Neodymium, strontium and chromium isotopic studies of the LEW86010 and Angra dos Reis meteorites and the chronology of the angrite parent body

Abstract

Abstract— Neodymium, strontium, and chromium isotopic studies of the LEW86010 angrite established its absolute age and the formation interval between its crystallization and condensation of Allende CAIs from the solar nebula. Pyroxene and phosphate were found to contain ∼98% of its Sm and Nd inventory. A conventional 147Sm‐143Nd isochron yielded an age of 4.53 ± 0.04 Ga (2 σ) and ∍143 Nd = 0.45 ± 1.1. An 146Sm‐142Nd isochron gives initial 146Sm/144Sm = 0.0076 ± 0.0009 and ∍143 Nd = −2.5 ± 0.4. The Rb‐Sr analyses give initial 87Sr/86Sr (I87Sr) = 0.698972 ± 8 and 0.698970 ± 18 for LEW and ADOR, respectively, relative to 87Sr/86Sr = 0.71025 for NBS987. The difference, ΔI87Sr, between I87Sr for the angrites and literature values for Allende CAIs, corresponds to ∼9 Ma of growth in a solar nebula with a CI chondrite value of 87Rb/86Sr = 0.91, or ∼5 Ma in a nebula with solar photospheric 87Rb/86Sr = 1.51. Excess 53Cr from extinct 53Mn (t1/2 = 3.7 Ma) in LEW86010 corresponds to initial 53Mn/55Mn = 1.44 ± 0.07 × 10−6 and closure to Cr isotopic homogenization 18.2 ± 1.7 Ma after formation of Allende inclusions, assuming initial 53Mn/55Mn = 4.4 ± 1.0 × 10−5 for the inclusions as previously reported by the Paris group (Birck and Allegre, 1988).
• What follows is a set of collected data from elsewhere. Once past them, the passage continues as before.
def cell_patterns(job, *, expected_frames=None) -> PatternStage:
    """Analyse the emission images of one cell (see the module text).

    Parameters
    ----------
    job : CellJob
        With ``images`` and ``position_px`` or ``roi_px``.
    expected_frames : int, optional
        Frames of the cell's spectral stack; the image stack must have as many
        (frames are joined by index).

    Raises
    ------
    InputError
        Unreadable, colour or empty image stack, a sidecar whose frame count
        disagrees with the stack, a frame count that disagrees with the spectra,
        or a position / ROI outside the image.  A field where this cell never
        lases is not an error: the result is empty and ``note`` says why.
    """
    from ..patterns import analyze_patterns, reference_correlation

    p = job.parameters["patterns"]
    sidecar = job.images_sidecar if job.images_sidecar is not None else "auto"
    with read_image_stack(job.images, sidecar=sidecar) as stack:
        n_frames = stack.shape[0]
        if expected_frames is not None and n_frames != int(expected_frames):
            raise InputError("image stack and spectral stack differ in frame count", path=job.images,
                             field="frames", expected=f"{int(expected_frames)} frames (one image per spectrum)",
                             found=f"{n_frames} frames")
        r0, r1, c0, c1 = _window(job, stack.shape[1:])
        res = analyze_patterns(_Window(stack, r0, r1, c0, c1), keep_patches=True, **_analysis_options(p))
        times = np.asarray(stack.time_s, dtype=float)
    reg = res.regions.copy()
    for col, off in (("centroid_row_px", r0), ("center_row_px", r0), ("centroid_col_px", c0),
                     ("center_col_px", c0)):
        reg[col] = reg[col] + off
    tracks = res.tracks.copy()
    tracks["row_px"] = tracks["row_px"] + r0
    tracks["col_px"] = tracks["col_px"] + c0
    own = _own_tracks(job, tracks)
    frames = _empty_frames(n_frames)
    if res.reason:
        note = f"patterns: {res.reason}"
    elif not len(own):
        near = "inside its ROI" if job.roi_px is not None else f"within {p['match_distance_px']:g} px of its position"
        note = f"patterns: no lasing region track {near} ({len(tracks)} track(s) elsewhere in the window)"
    else:
        note = ""
    if note:
        return PatternStage(regions=tables.empty("patterns"), frames=frames, tracks=tracks.iloc[:0],
                            cell=_no_cell_features(), time_s=times, note=note)

    anchor = _anchor(job.position_px, job.roi_px)
    sel = reg[reg["track_id"].isin(own)].copy()
    sel["_d"] = np.hypot(sel["center_row_px"] - anchor[0], sel["center_col_px"] - anchor[1])
    sel = sel.sort_values(["frame", "_d"], kind="stable").drop_duplicates("frame", keep="first")
    idx = sel.index.to_numpy()
    sel = sel.drop(columns="_d").reset_index(drop=True)
    pert = float(job.perturbation_s)
    t_sel = sel["time_s"].to_numpy(float)
    reference = t_sel < pert if np.isfinite(pert) else np.ones(len(sel), bool)
    base_corr = reference_correlation([res.patches[i] for i in idx], reference)

    f = sel["frame"].to_numpy(np.int64)
    ok = sel["fit_ok"].to_numpy(bool)
    frames.loc[f, "pattern_order"] = np.where(ok, sel["mode_order"].to_numpy(object), "")
    frames.loc[f, "pattern_confidence"] = sel["mode_confidence"].to_numpy(float)
    frames.loc[f, "pattern_waist_px"] = sel["waist_px"].to_numpy(float)
    frames.loc[f, "pattern_orientation_deg"] = sel["orientation_deg"].to_numpy(float)
    frames.loc[f, "pattern_corr"] = sel["pattern_corr"].to_numpy(float)
    frames.loc[f, "pattern_change"] = sel["pattern_change"].to_numpy(bool)
    frames.loc[f, "pattern_baseline_corr"] = base_corr
    frames["pattern_change"] = frames["pattern_change"].astype(bool)

    good = sel[sel["mode_status"] == "ok"]
    dominant = ""
    if len(good):
        counts = good["mode_order"].value_counts()
        dominant = sorted(counts[counts == counts.max()].index)[0]
    changes = sel[sel["pattern_change"]]
    after = changes[changes["time_s"] >= pert] if np.isfinite(pert) else changes
    own_tracks = tracks[tracks["track_id"].isin(own)].reset_index(drop=True)
    dec = own_tracks["decorrelation_time_s"].to_numpy(float)
    cell = {"pattern_dominant_order": dominant,
            "pattern_decorrelation_time_s": float(np.median(dec[np.isfinite(dec)])) if np.isfinite(dec).any()
            else float("nan"),
            "pattern_change_count": int(len(changes)),
            "pattern_first_change_s": float(after["time_s"].iloc[0]) if len(after) else float("nan")}
    sel.insert(0, "cell_id", job.cell_id)
    return PatternStage(regions=tables.validate(sel, "patterns"), frames=frames, tracks=own_tracks, cell=cell,
                        time_s=times, note="")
The 146Sm/144Sm value found for LEW86010 corresponds to solar system initial (146Sm/144Sm)o = 0.0080 ± 0.0009 for crystallization 8 Ma after Allende, the difference between Pb‐Pb ages of angrites and Allende, or 0.0086 ± 0.0009 for crystallization 18 Ma after Allende, using the Mn‐Cr formation interval. The isotopic data are discussed in the context of a model in which an undifferentiated “chondritic” parent body formed from the solar nebula ∼2 Ma after Allende CAIs and subsequently underwent differentiation accompanied by loss of volatiles. Parent bodies with Rb/Sr similar to that of CI, CM, or CO chondrites could satisfy the Cr and Sr isotopic systematics. If the angrite parent body had Rb/Sr similar to that of CV meteorites, it would have to form slightly later, ∼2.6 Ma after the CAIs, to satisfy the Sr and Cr isotopic systematics.